Guardò le sopracciglia ben definite dell’amica, le sue labbra carnose e le lunghe ciglia; due ombre rosa segnavano il suo colorito, altrimenti omogeneo. Fran era bellissima anche quando era indisposta, mentre Gwen al primo starnuto assumeva un’aria eterea, se andava bene, spettrale se andava male.
Si sedette sul letto e mise una mano sulla fronte della cugina. Era strano vedere Fran autocommiserarsi.
«Scotti», disse Gwen. «Ti faccio portare a letto un po’ di porridge e una tazza di tè da Naveena».
«Non riuscirei a mandare giù nulla».
«Forse no, ma devi bere qualcosa».
Gwen non poté nascondere la propria delusione. Quello era il giorno in cui lei e Fran sarebbero dovute andare a Nuwara Eliya a pranzare con Christina e Mr Ravasinghe. Voleva rivedere Christina, sia per curiosità che per mettersi l’animo in pace, ma ora che Fran si era svegliata febbricitante, sicuramente non sarebbero potute andare.
«È perché ieri eri tristissima», disse Gwen. «E il tempo non aiuta».
Fran brontolò. «Non credo che il mio braccialetto verrà mai ritrovato. È stato rubato, ne sono sicura».

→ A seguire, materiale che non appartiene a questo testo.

"""A mixture's saturation table and states against CoolProp called directly (the reference library).

CoolProp's PropsSI with a mixture string ("HEOS::A[x]&B[1-x]") flashes every point from scratch:
(p, Q) for the bubble, dew and two-phase states, (p, T) for single-phase states. The table's
stated accuracy (orcscreen.mixture_properties.TABLE_TOLERANCE_K, TABLE_TOLERANCE_H) is what is
checked; single-phase states come from the equation of state itself and must agree to 1e-6 K.
"""

import math

import numpy as np
import pytest
import CoolProp.CoolProp as CP

from orcscreen.mixture_properties import TABLE_TOLERANCE_H, TABLE_TOLERANCE_K, Mixture, parse_components
from orcscreen.properties import PropertyError, get_fluid

#: Pairs with CoolProp interaction parameters (REFERENCES section 6) at three compositions.
PAIRS = [
    ("Isobutane", "Isopentane", 0.5),
    ("Propane", "Isobutane", 0.3),
    ("R245fa", "Isopentane", 0.7),
    ("R1233zd(E)", "R245fa", 0.4),
]


def _name(a, b, x):
    return f"{a}[{x:.6f}]&{b}[{1 - x:.6f}]"


def _direct(a, b, x):
    return f"HEOS::{a}[{x}]&{b}[{1 - x}]"


def _pressures(m: Mixture, n: int = 7):
    """Pressures across the table, between its nodes (where a spline is least accurate)."""
    lo, hi = math.log(m._table.p_min_Pa), math.log(m._table.p_max_Pa)
    return [math.exp(lo + (hi - lo) * (k + 0.37) / n) for k in range(n)]


@pytest.mark.parametrize("a,b,x", PAIRS)
def test_bubble_and_dew_temperatures_match_coolprop(a, b, x):
    m = get_fluid(_name(a, b, x))
    checked = 0
    for p in _pressures(m):
        try:
            T_bub = CP.PropsSI("T", "P", p, "Q", 0, _direct(a, b, x))
            T_dew = CP.PropsSI("T", "P", p, "Q", 1, _direct(a, b, x))
        except ValueError:  # CoolProp's own flash from scratch fails near the critical point
            continue
        sat = m.sat_p(p)
        assert sat.T_K == pytest.approx(T_bub, abs=TABLE_TOLERANCE_K), (a, b, p)
        assert sat.T_dew_K == pytest.approx(T_dew, abs=TABLE_TOLERANCE_K), (a, b, p)
        assert m.T_sat_K(p) == pytest.approx(T_dew, abs=TABLE_TOLERANCE_K)
        assert m.bubble_temperature_K(p) == pytest.approx(T_bub, abs=TABLE_TOLERANCE_K)
        assert sat.glide_K > 0.0  # a zeotropic mixture
        checked += 1
    assert checked >= 5


@pytest.mark.parametrize("a,b,x", PAIRS)
def test_two_phase_states_match_coolprop(a, b, x):
    m = get_fluid(_name(a, b, x))
    fluid = _direct(a, b, x)
    for p in _pressures(m, 4):
        try:
            ref = {q: CP.PropsSI(["T", "H", "S"], "P", p, "Q", q, fluid) for q in (0.0, 0.15, 0.5, 0.85, 1.0)}
        except ValueError:
            continue
        latent = ref[1.0][1] - ref[0.0][1]
        ds = ref[1.0][2] - ref[0.0][2]
        for q in (0.15, 0.5, 0.85):
            T, h, s = ref[q]
            st = m.two_phase_state(p, h)
            assert st.T_K == pytest.approx(T, abs=TABLE_TOLERANCE_K), (a, b, p, q)
            assert abs(st.s - s) <= TABLE_TOLERANCE_H * ds, (a, b, p, q)
            by_s = m.two_phase_state(p, s, entropy=True)
            assert abs(by_s.h - h) <= TABLE_TOLERANCE_H * latent, (a, b, p, q)
            assert 0.0 < st.q < 1.0
        # the general (p, h) entry point gives the same two-phase state
        assert m.state_ph(p, ref[0.5][1]).T_K == pytest.approx(ref[0.5][0], abs=TABLE_TOLERANCE_K)


@pytest.mark.parametrize("a,b,x", PAIRS[:2])
def test_single_phase_states_are_the_equation_of_state(a, b, x):
    """Liquid below the bubble point and vapour above the dew point: exact (no table)."""
    m = get_fluid(_name(a, b, x))
    p = _pressures(m, 3)[1]
    sat = m.sat_p(p)
    for T, phase in ((sat.T_K - 20.0, "liquid"), (sat.T_dew_K + 15.0, "gas")):
        h = CP.PropsSI("H", "P", p, "T", T, _direct(a, b, x))
        s = CP.PropsSI("S", "P", p, "T", T, _direct(a, b, x))
        assert m.state_ph(p, h).T_K == pytest.approx(T, abs=1e-6), phase
        assert m.state_ps(p, s).T_K == pytest.approx(T, abs=1e-6), phase
        assert m.state_pT(p, T).h == pytest.approx(h, rel=1e-9), phase


def test_saturation_temperature_is_the_dew_temperature_and_round_trips():
    m = get_fluid(_name("Isobutane", "Isopentane", 0.5))
    for T in (290.0, 320.0, 360.0, 400.0):
        sat = m.sat_T(T)
        assert sat.T_dew_K == pytest.approx(T, abs=1e-9)
        assert m.T_sat_K(sat.p_Pa) == pytest.approx(T, abs=1e-9)
        assert sat.T_K < T  # the bubble point is colder


def test_mass_fraction_from_molar_masses():
    """Mass fraction w1 = x1 M1 / (x1 M1 + x2 M2), molar masses from CoolProp."""
    m = get_fluid(_name("R245fa", "Isopentane", 0.7))
    M1, M2 = CP.PropsSI("M", "R245fa"), CP.PropsSI("M", "Isopentane")
    assert m.mass_fraction_first == pytest.approx(0.7 * M1 / (0.7 * M1 + 0.3 * M2), rel=1e-12)


def test_states_beyond_the_table_are_errors_with_a_reason():
    """Near the critical point CoolProp's flash stops converging: the table ends there, and a
    saturation state above its end is a PropertyError naming the range (not a crash)."""
    m = get_fluid(_name("R245fa", "Isopentane", 0.7))
    assert m.p_sat_max_Pa < m.p_crit_Pa
    with pytest.raises(PropertyError, match="table covers"):
        m.sat_T(m.T_sat_max_K + 1.0)
    with pytest.raises(PropertyError, match="table covers"):
        m.sat_p(m.p_sat_max_Pa * 1.05)


def test_pure_ends_reduce_to_the_pure_fluid():
    """A mole fraction of 1 or 0 is the pure component: the table reproduces its saturation
    (orcscreen's pure-fluid curves) within the table's tolerance."""
    for x, pure in ((1.0, "Isobutane"), (0.0, "Isopentane")):
        m = get_fluid(_name("Isobutane", "Isopentane", x))
        f = get_fluid(pure)
        for T in (300.0, 340.0, 380.0):
            a, b = m.sat_T(T), f.sat_T(T)
            assert a.glide_K == pytest.approx(0.0, abs=TABLE_TOLERANCE_K)
            assert f.T_sat_K(a.p_Pa) == pytest.approx(T, abs=TABLE_TOLERANCE_K)
            assert a.hV == pytest.approx(b.hV, abs=TABLE_TOLERANCE_H * (b.hV - b.hL))
            assert a.hL == pytest.approx(b.hL, abs=TABLE_TOLERANCE_H * (b.hV - b.hL))


def test_names_are_checked():
    assert parse_components("Isobutane[0.25]&Isopentane[0.75]") == ("Isobutane", "Isopentane", 0.25)
    for bad in ("Isobutane&Isopentane", "Isobutane[0.3]&Isopentane[0.3]", "Isobutane[1.5]&Isopentane[-0.5]"):
        with pytest.raises(ValueError):
            parse_components(bad)


def test_a_mixture_survives_pickling_as_its_name():
    import pickle

    m = get_fluid(_name("Isobutane", "Isopentane", 0.5))
    assert pickle.loads(pickle.dumps(m)) is m
    assert np.isfinite(m.T_crit_K) and m.T_min_K < 240.0


def test_the_solved_saturation_is_coolprops_and_the_table_agrees():
    """Mixture.sat_T_solved and T_sat_solved_K flash CoolProp directly (the table's reference):
    the dew point at T, the bubble point at its pressure; the table agrees within its tolerance."""
    a, b, x = PAIRS[0]
    m = get_fluid(_name(a, b, x))
    for T in (300.0, 350.0):
        ref, tab = m.sat_T_solved(T), m.sat_T(T)
        assert ref.T_dew_K == pytest.approx(T, abs=1e-9)
        assert ref.p_Pa == pytest.approx(CP.PropsSI("P", "T", T, "Q", 1, _direct(a, b, x)), rel=1e-9)
        assert tab.T_K == pytest.approx(ref.T_K, abs=TABLE_TOLERANCE_K)
        assert tab.p_Pa == pytest.approx(ref.p_Pa, rel=1e-4)
        assert m.T_sat_solved_K(ref.p_Pa) == pytest.approx(T, abs=1e-6)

Gwen ci pensò. «Ce l’avevi dopo il ballo?»
«Certo. Lo sai che lo metto quasi tutti i giorni e me ne sarei accorta se non ci fosse stato».
«Mi dispiace così tanto».
Fran tirò su col naso.
«Be’, non ti preoccupare per oggi. Ci andremo un’altra volta».
«No, Gwen, tu vai. Savi mostrerà il suo dipinto. Almeno una di noi due dev’esserci».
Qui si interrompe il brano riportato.